Three out of four children with mental health conditions do not get the support they need. With over 130,000 referrals to specialist services turned down, despite children showing signs of eating disorders, self-harm or abuse, the problem has become so bad that some children and families are being told by their GPs to pretend that their mental health problem is worse than it is to make sure they get the help they need. Four hundred thousand children and young people with mental health conditions are not receiving any professional help at all—400,000. That is a scandalous figure. We know that mental health conditions in adults often begin in childhood, so it is not only an outrageous dereliction of duty to our young people; it will also end up costing the NHS and society far more in the long run.

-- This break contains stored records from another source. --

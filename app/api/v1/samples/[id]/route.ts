import { v1, ENDPOINTS } from "@/lib/server/api";
import { getSample, updateSample } from "@/lib/server/samples";

export const dynamic = "force-dynamic";

export const GET = v1(ENDPOINTS.getSample, async ({ db, member, params }) => ({ sample: await getSample(db, member, params.id!) }));

export const POST = v1(ENDPOINTS.updateSample, async ({ db, member, params, body }) => ({ sample: await updateSample(db, member, params.id!, body) }));
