"""Prototype of a faster `sqlgen build --dialect all`: three patches applied from outside.

    .venv/bin/python bench/prototypes/cli_compile_patch.py

1. sqlglot's ``Expression.transform`` deep-copies the whole tree before every rewrite
   (``copy=True`` by default); the compiler's trees are fresh, so the rewrites can run in
   place (``copy=False``).
2. Each view's rendered SQL is the same for every target (templates never branch on the
   target), yet it is parsed once per target; parse it once and copy the tree per target.
3. ``Expression.sql`` copies the tree once more before generating (``copy=True``); the
   compiler discards the tree afterwards, so ``node.sql(..., copy=False)`` in
   ``compiler._generate`` is enough.

Prints the in-process time of compiling every view for every dialect before and after
(interleaved, median of 5) and checks that every generated file is byte-identical.
"""

from __future__ import annotations

import statistics
import sys
import time
from pathlib import Path

sys.path.insert(0, str(Path(__file__).resolve().parent.parent))

import generated  # noqa: E402
from sqlglot import exp  # noqa: E402

from sqlgen import SqlgenError, compiler, parse_spec  # noqa: E402
from sqlgen.dialects import TARGETS  # noqa: E402

ORIGINAL_TRANSFORM = exp.Expression.transform
ORIGINAL_PARSE = compiler.parse
ORIGINAL_SQL = exp.Expression.sql


def build_all(spec) -> dict[str, dict[str, str] | str]:
    """Every file for every target, as `sqlgen build --dialect all` renders them (or the
    error of a target that cannot be built in this checkout)."""
    found: dict[str, dict[str, str] | str] = {}
    for name in TARGETS:
        try:
            found[name] = compiler.render_files(spec, name)
        except SqlgenError as err:
            found[name] = f"error: {err}"
    return found


def patched(on: bool) -> None:
    """Switch the three patches on or off."""
    if not on:
        exp.Expression.transform = ORIGINAL_TRANSFORM
        exp.Expression.sql = ORIGINAL_SQL
        compiler.parse = ORIGINAL_PARSE
        return
    cache: dict[str, exp.Expression] = {}

    def transform(self, fun, *args, copy=True, **kwargs):
        return ORIGINAL_TRANSFORM(self, fun, *args, copy=False, **kwargs)

    def parse(sql: str) -> exp.Expression:
        if sql not in cache:
            cache[sql] = ORIGINAL_PARSE(sql)
        return cache[sql].copy()

    def sql(self, dialect=None, **opts):
        return ORIGINAL_SQL(self, dialect, copy=False, **opts)

    exp.Expression.transform = transform
    exp.Expression.sql = sql
    compiler.parse = parse


def main() -> int:
    spec = parse_spec(generated.spec_text("month"), "spec.yml")
    times = {False: [], True: []}
    outputs = {}
    for _ in range(5):
        for on in (False, True):
            patched(on)
            try:
                start = time.perf_counter()
                outputs[on] = build_all(spec)
                times[on].append(time.perf_counter() - start)
            finally:
                patched(False)
    same = outputs[False] == outputs[True]
    before, after = (statistics.median(times[k]) for k in (False, True))
    built = {k: v for k, v in outputs[False].items() if isinstance(v, dict)}
    files = sum(len(v) for v in built.values())
    print(f"{files} files for {len(built)} of {len(TARGETS)} targets; byte-identical: {same}")
    for name, value in outputs[False].items():
        if isinstance(value, str):
            print(f"  not built: {name}: {value}")
    print(f"compile, as today: {before:.3f} s; with the patches: {after:.3f} s "
          f"({before / after:.1f}x faster)")
    return 0 if same else 1


if __name__ == "__main__":
    sys.exit(main())
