def segment_users(rows: Rows, grain: str, segment: str, kind: str) -> Chart:
    """Active users and what moved them for one segment's values, one value at a time: a
    drop-down under the chart picks the value (the rows of every value are embedded; the
    table under the chart lists them all). Values are shown as the view has them, NULL
    for no value."""
    alt = _alt()
    mine = Rows(rows.view, rows.columns,
                tuple(r for r, d in zip(rows.rows, rows.records()) if d["segment"] == segment))
    values = sorted({d["segment_value"] for d in mine.records()},
                    key=lambda v: (v is None, str(v)))
    pick = alt.param(name=f"pick_{segment}", value=values[0],
                     bind=alt.binding_select(options=values,
                                             labels=["NULL" if v is None else str(v)
                                                     for v in values],
                                             name=f"{segment}: "))
    base = alt.Chart(alt.Data(name=rows.view)).transform_filter(
        alt.datum.segment == segment).transform_filter(f"datum.segment_value === {pick.name}")
    domain, colour, bars = _user_bars(alt, base, grain,
                                      [alt.Tooltip("segment_value:N", title=segment)])
    line = base.transform_calculate(series="'active users'").mark_line(
        point=True, strokeWidth=2).encode(
        x=_period_axis(alt, grain), y=alt.Y("active_users:Q"),
        color=alt.Color("series:N", scale=colour, title=None, sort=domain),
        tooltip=[alt.Tooltip("segment_value:N", title=segment),
                 alt.Tooltip("period_start:N", title="period"),
                 alt.Tooltip("active_users:Q", title="active users", format=","),
                 alt.Tooltip("quick_ratio:Q", title="quick ratio", format=".2f")])
    band, text = _in_progress(alt, base, grain)
    adds = ("the values' counts add up to the totals" if kind == "user" else
            "a user counts in every value they were active in, so the values' counts need "
            "not add up to the totals")
    title = f"Active users by {segment}"
    spec = _finish(alt.layer(band, bars, line, text).add_params(pick), rows, title,
                   f"Pick a value of {segment} under the chart. Segment kind {kind}: {adds}.")
    return Chart(f"segment_{segment}", title,
                 f"Growth accounting per value of the segment {segment} (kind {kind}); {adds}.",
                 spec, mine,
                 (Column("segment_value", segment, "text"),
                  Column("period_start", "period", "text"),
                  Column("active_users", "active"), Column("new_users", "new"),
                  Column("retained_users", "retained"),
                  Column("resurrected_users", "resurrected"),
                  Column("churned_users", "churned"),
                  Column("quick_ratio", "quick ratio", "ratio"),
                  Column("period_status", "status", "text")))


def net_change(rows: Rows, grain: str) -> Chart:
    alt = _alt()
    base = alt.Chart(alt.Data(name=rows.view))
    bars = base.transform_calculate(sign="datum.net_change < 0 ? 'shrank' : 'grew'").mark_bar(
    ).encode(
        x=_period_axis(alt, grain), y=alt.Y("net_change:Q", title="users, change on last period"),
        color=alt.Color("sign:N", title=None,
                        scale=alt.Scale(domain=["grew", "shrank"], range=[BLUE, ORANGE])),
        opacity=_opacity(alt),
        tooltip=[alt.Tooltip("period_start:N", title="period"),
                 alt.Tooltip("net_change:Q", title="net change", format="+,")])
    band, text = _in_progress(alt, base, grain)
    spec = _finish(alt.layer(band, bars, text), rows, "Net change in active users",
                   "Active users minus the previous period's active users.")
    return Chart("net_change", "Net change in active users",
                 "net change = new + resurrected − churned", spec, rows,
                 (Column("period_start", "period", "text"),
                  Column("previous_active_users", "previous active"),
                  Column("active_users", "active"), Column("net_change", "net", "signed")))


def _cap(values: list) -> float:
    finite = [v for v in values if isinstance(v, (int, float)) and math.isfinite(v)]
    top = max(finite, default=1.0)
    return float(min(max(2.0, math.ceil(top * 1.1)), QUICK_RATIO_CAP))


def _ratio_line(alt, base, field_: str, title: str, colour: str, grain: str, cap: float):
    return base.transform_calculate(series=json.dumps(title)).mark_line(
        point=True, clip=True, color=colour).encode(
        x=_period_axis(alt, grain),
        y=alt.Y(f"{field_}:Q", title="ratio", scale=alt.Scale(domain=[0, cap])),
        color=alt.Color("series:N", title=None,
                        scale=alt.Scale(domain=[title], range=[colour])),
        tooltip=[alt.Tooltip("period_start:N", title="period"),
                 alt.Tooltip(f"{field_}:Q", title=title, format=".2f")])


def _rule(alt, base, at: float, label: str):
    frame = alt.Chart(alt.Data(values=[{"y": at, "label": label}]))
    rule = frame.mark_rule(strokeDash=[5, 4], color="#555555").encode(y="y:Q")
    # Under the line: ratios of a growing base sit just above it.
    text = frame.mark_text(align="left", baseline="top", dx=4, dy=3, fontSize=10,
                           color="#444444").encode(y="y:Q", x=alt.value(0), text="label:N")
    return rule, text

I am grateful to my hon. Friend for allowing me to speak in the English Parliament for the first time. Does he agree that one way to get around this whole EVEL conundrum is simply for the English Parliament to be made officially an English Parliament and then we can all have our own national Parliaments in our own countries?
Order. I am sure colleagues will appreciate that it is important that we actually talk about the Bill.
I wholeheartedly agree, Dame Rosie. I have addressed the amendments that we have an interest in, and I am contextualising why they are relevant to our constituents, but points are being extremely well made by my colleagues. There is a simple solution to this, which we in the SNP have been promoting for 84 years, since 1934: Scotland can become an independent country and England can have the Parliament that it wants. As my hon. Friend the Member for Airdrie and Shotts (Neil Gray) says, with the greatest respect for the Speaker, it should not be for the Chair or for the Government to decide what does and does not apply to Members from different parts of the UK. My job and that of my colleagues is to look at each measure before this House and determine for ourselves whether it is relevant to our constituents and act accordingly. Today, we are being actively prevented from doing that. There are amendments and new clauses on the amendment paper that we deem to be of interest to people in Scotland, which would take forward commitments in our manifesto, but we will not be able to vote for them. That is not a precious Union. That is not a partnership of equals. That is not leading instead of leaving. It is not something that is going to be sustainable for much longer, and 52% of people in Scotland seem inclined to agree.